PreVent 2 is a pragmatic, EFIC-enabled randomised evaluation of an SSD/polyurethane-cuff ETT in an emergency intubation ICU pathway, showing no reduction in VAE/VAP outcomes and a longer hospital stay with the intervention. Its most practice-shaping contribution is methodological and conceptual: it shifts the device-prevention debate from VAP incidence alone towards VAE/IVAC frameworks and patient-centred long-term harms and recovery.

Bibliography

• 1.Klompas M, Branson R. Time to pull the plug on subglottic secretion drainage? Lancet Respir Med. 2025; published online Dec 3.

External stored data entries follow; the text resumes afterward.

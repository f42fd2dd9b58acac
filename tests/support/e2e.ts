/**
 * What the browser tests share: the demo people, signing in through the form, the workspace's
 * section strip, waiting for an autosave, the service worker taking over, and the survey as the
 * device holds it in IndexedDB, a file's browser and database, and calls to the API for set-up.
 * One copy here, so a change of the sign-in form or a label is made once.
 */
import { afterAll, beforeAll, expect, inject } from 'vitest';
import type { Browser, Page } from 'playwright-core';
import type { z } from 'zod';
import { SurveySchema, type Survey } from '@shared/schemas/survey';
import { DEMO_USERS, type DemoUser } from '../../seeds/demo-people';
import { createDb, type Db } from '../../server/db/knex';
import { launchBrowser, screenshotPath } from './browser';

const demoUser = (email: string): DemoUser => {
  const user = DEMO_USERS.find((u) => u.email === email);
  if (!user) throw new Error(`no demo user ${email}`);
  return user;
};

/** The demo firm's people (seeds/demo-people.ts, as in the README). */
export const DEMO = {
  admin: demoUser('moira.lennox@skerrow.example'),
  engineer: demoUser('tomas.varga@skerrow.example'),
  surveyor: demoUser('ines.achterberg@skerrow.example'),
} as const;

/**
 * Signs in through the form and waits to leave the sign-in page. With `next`, asks the form to
 * return there and goes there if it did not; `baseUrl` is the app's (a test's proxy in front of it).
 */
export async function signIn(page: Page, who: { email: string; password: string }, next?: string, baseUrl: string = inject('baseUrl')): Promise<void> {
  await page.goto(`${baseUrl}/sign-in${next ? `?next=${encodeURIComponent(next)}` : ''}`);
  try {
    await page.getByLabel('E-mail').waitFor({ timeout: 30_000 });
  } catch (err) {
    await page.screenshot({ path: screenshotPath('sign-in-form-missing') });
    throw new Error(`no sign-in form: ${(await page.locator('body').innerText()).slice(0, 500)}`, { cause: err });
  }
  await page.getByLabel('E-mail').fill(who.email);
  await page.getByLabel('Password', { exact: true }).fill(who.password);
  await page.getByRole('button', { name: 'Sign in' }).click();
  await page.waitForURL((u) => !u.pathname.startsWith('/sign-in'));
  if (next && new URL(page.url()).pathname !== new URL(next, baseUrl).pathname) await page.goto(`${baseUrl}${next}`);
}

/**
 * On a survey already sent or reviewed (the browser tests share the demo casualty, which the review
 * test sends and accepts), the forms wait for "Make changes": chooses it, as a surveyor who means to
 * edit does. Call once the workspace shows.
 */
export async function makeChangesIfAsked(page: Page): Promise<void> {
  await page.getByTestId('workspace').waitFor({ timeout: 60_000 });
  const confirm = page.getByTestId('reviewed-guard-confirm');
  if (await confirm.isVisible()) await confirm.click();
}

/** Opens a section of the surveyor's workspace by its tab. */
export async function section(page: Page, name: string): Promise<void> {
  await page.getByRole('navigation', { name: 'Workspace sections' }).getByRole('button', { name, exact: true }).click();
}

/** Waits for the autosave of the form just edited to reach the device store. */
export async function waitSaved(page: Page): Promise<void> {
  await page.waitForTimeout(300);
  await page.getByTestId('save-state').filter({ hasText: 'Saved on this device' }).first().waitFor({ timeout: 10_000 });
}

/** Waits until the service worker holds the app (every chunk precached) and controls the page, as after a first visit. */
export async function offlineReady(page: Page): Promise<void> {
  const ready = await page.evaluate(() =>
    Promise.race([
      navigator.serviceWorker.ready.then(() => 'ready'),
      new Promise<string>((r) => setTimeout(() => r('the app did not register its service worker within 30 s'), 30_000)),
    ]),
  );
  expect(ready).toBe('ready');
  await page.reload();
  await expect.poll(() => page.evaluate(() => navigator.serviceWorker.controller !== null), { timeout: 30_000 }).toBe(true);
}

/** The survey document as this device holds it (IndexedDB, read directly). */
export async function localDoc(page: Page, id: string): Promise<Survey> {
  const doc = await page.evaluate(
    (surveyId) =>
      new Promise<unknown>((resolve, reject) => {
        const open = indexedDB.open('brineline');
        open.onerror = () => reject(open.error);
        open.onsuccess = () => {
          const get = open.result.transaction('surveys').objectStore('surveys').get(surveyId);
          get.onsuccess = () => resolve((get.result as { doc: unknown }).doc);
          get.onerror = () => reject(get.error);
        };
      }),
    id,
  );
  return SurveySchema.parse(doc);
}

/** What a browser test file starts once: a browser and, when asked, a connection to the test database. */
export interface E2eFile {
  readonly browser: Browser;
  readonly db: Db;
}

/**
 * Starts the file's browser (and with `db`, a database connection for rows the test sets up) in
 * `beforeAll` and closes them in `afterAll`. Call at the top of the file; read `browser` and `db`
 * inside tests, once they exist.
 */
export function startE2eFile(opts: { db?: boolean } = {}): E2eFile {
  let browser: Browser | undefined;
  let db: Db | undefined;
  beforeAll(async () => {
    browser = await launchBrowser();
    if (opts.db) db = createDb(inject('testEnv').DATABASE_URL);
  });
  afterAll(async () => {
    await browser?.close();
    await db?.destroy();
  });
  return {
    get browser() {
      if (!browser) throw new Error('the browser starts in beforeAll: use it inside a test');
      return browser;
    },
    get db() {
      if (!db) throw new Error(opts.db ? 'the database connection opens in beforeAll: use it inside a test' : 'startE2eFile was called without { db: true }');
      return db;
    },
  };
}

/**
 * Calls the API as the holder of `token`, as a test's set-up does through the real server; any
 * answer but 2xx throws with its body. The body is unknown: read it through `callAs`.
 */
export async function call(token: string, method: string, path: string, body?: unknown, baseUrl: string = inject('baseUrl')): Promise<unknown> {
  const res = await fetch(`${baseUrl}${path}`, {
    method,
    headers: { authorization: `Bearer ${token}`, ...(body ? { 'content-type': 'application/json' } : {}) },
    body: body ? JSON.stringify(body) : undefined,
  });
  const json: unknown = res.status === 204 ? null : await res.json();
  if (!res.ok) throw new Error(`${method} ${path}: ${res.status} ${JSON.stringify(json)}`);
  return json;
}

/** `call`, with the answer parsed by `schema` (pick the fields a test reads from the shared response schema). */
export async function callAs<S extends z.ZodType>(schema: S, token: string, method: string, path: string, body?: unknown): Promise<z.infer<S>> {
  return schema.parse(await call(token, method, path, body));
}
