/** Photo fixtures: tiny real images made in memory, and a photo stored in a test organisation. */
import { randomUUID } from 'node:crypto';
import { deflateSync } from 'node:zlib';
import type { TestApp } from './app';
import type { TestOrg } from './auth';
import { storeSurvey } from './surveys';
import { createPhotoService } from '../../server/services/photos';
import { createS3PhotoStorage } from '../../server/storage/photo-store';

function crc32(buf: Buffer): number {
  let c = ~0;
  for (const b of buf) {
    c ^= b;
    for (let k = 0; k < 8; k++) c = (c >>> 1) ^ (0xedb88320 & -(c & 1));
  }
  return ~c >>> 0;
}

function chunk(type: string, data: Buffer): Buffer {
  const len = Buffer.alloc(4);
  len.writeUInt32BE(data.length);
  const td = Buffer.concat([Buffer.from(type, 'ascii'), data]);
  const crc = Buffer.alloc(4);
  crc.writeUInt32BE(crc32(td));
  return Buffer.concat([len, td, crc]);
}

/** A valid RGB PNG of w × h pixels in a diagonal gradient (PNG spec, ISO/IEC 15948). */
export function makePng(w = 16, h = 12): Buffer {
  const ihdr = Buffer.alloc(13);
  ihdr.writeUInt32BE(w, 0);
  ihdr.writeUInt32BE(h, 4);
  ihdr[8] = 8; // bit depth
  ihdr[9] = 2; // colour type RGB
  const raw = Buffer.alloc((w * 3 + 1) * h);
  for (let y = 0; y < h; y++) {
    raw[y * (w * 3 + 1)] = 0;
    for (let x = 0; x < w; x++) {
      const o = y * (w * 3 + 1) + 1 + x * 3;
      raw[o] = (x * 255) / w;
      raw[o + 1] = (y * 255) / h;
      raw[o + 2] = 128;
    }
  }
  return Buffer.concat([
    Buffer.from([0x89, 0x50, 0x4e, 0x47, 0x0d, 0x0a, 0x1a, 0x0a]),
    chunk('IHDR', ihdr),
    chunk('IDAT', deflateSync(raw)),
    chunk('IEND', Buffer.alloc(0)),
  ]);
}

/** Stores a PNG photo on a new survey of the organisation's surveyor; returns the photo id. */
export async function storedPhoto(t: TestApp, org: TestOrg): Promise<string> {
  const survey = await storeSurvey(t.db, org.surveyor);
  const id = randomUUID();
  const m = org.surveyor;
  await createPhotoService({ db: t.db, storage: createS3PhotoStorage(t.config) }).upload(
    { userId: m.id, orgId: m.orgId, role: m.role, email: m.email },
    id,
    { surveyId: survey.id, entityKind: 'survey', entityId: survey.id, caption: 'matrix' },
    makePng(),
  );
  return id;
}
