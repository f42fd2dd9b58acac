/** Debian's Chromium driven by playwright-core: no browser downloads. */
import { spawnSync } from 'node:child_process';
import fs from 'node:fs';
import path from 'node:path';
import { chromium, type Browser } from 'playwright-core';
import { ROOT } from './stack';

export const CHROMIUM = '/usr/bin/chromium';
export const SCREENSHOT_DIR = path.join(ROOT, 'test-results', 'screenshots');

/** Installs Debian's chromium package when it is missing (as root), else explains what to do. */
export function ensureChromium(): void {
  if (fs.existsSync(CHROMIUM)) return;
  if (process.getuid?.() !== 0) throw new Error('Chromium is missing: install it with `sudo apt-get install -y chromium`.');
  const env = { ...process.env, DEBIAN_FRONTEND: 'noninteractive' };
  spawnSync('apt-get', ['update', '-qq'], { stdio: 'inherit', env });
  const res = spawnSync('apt-get', ['install', '-y', '-qq', 'chromium'], { stdio: 'inherit', env });
  if (res.status !== 0 || !fs.existsSync(CHROMIUM)) throw new Error('apt-get could not install chromium.');
}

export function launchBrowser(): Promise<Browser> {
  return chromium.launch({
    executablePath: CHROMIUM,
    args: [
      '--headless',
      '--no-sandbox',
      '--disable-gpu',
      '--disable-background-networking',
      '--disable-quic',
      '--no-first-run',
      '--disable-component-update',
      '--disable-sync',
      // Software WebGL, so the 3D view renders with no GPU.
      '--use-angle=swiftshader',
      '--enable-unsafe-swiftshader',
    ],
  });
}

export function screenshotPath(name: string): string {
  fs.mkdirSync(SCREENSHOT_DIR, { recursive: true });
  return path.join(SCREENSHOT_DIR, `${name}.png`);
}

• 2.Klompas M, Branson R, Cawcutt K, Crist MB, Filice GA, Griesbach D, et al. Strategies to prevent ventilator-associated pneumonia and other ventilator-associated events in acute care hospitals: 2022 update. Infect Control Hosp Epidemiol. 2022;43:687-713.
• 3.Pozuelo-Carrascosa DP, García-Hermoso A, Álvarez-Bueno C, et al. Subglottic secretion drainage for preventing ventilator-associated pneumonia: an updated meta-analysis. Eur Respir Rev. 2020;29:190107.
• 4.Saito H, Doi A, Nakamura K, et al. Efficacy of polyurethane cuffed endotracheal tube for preventing ventilator-associated pneumonia: systematic review and meta-analysis. Medicine. 2021;100:e24906.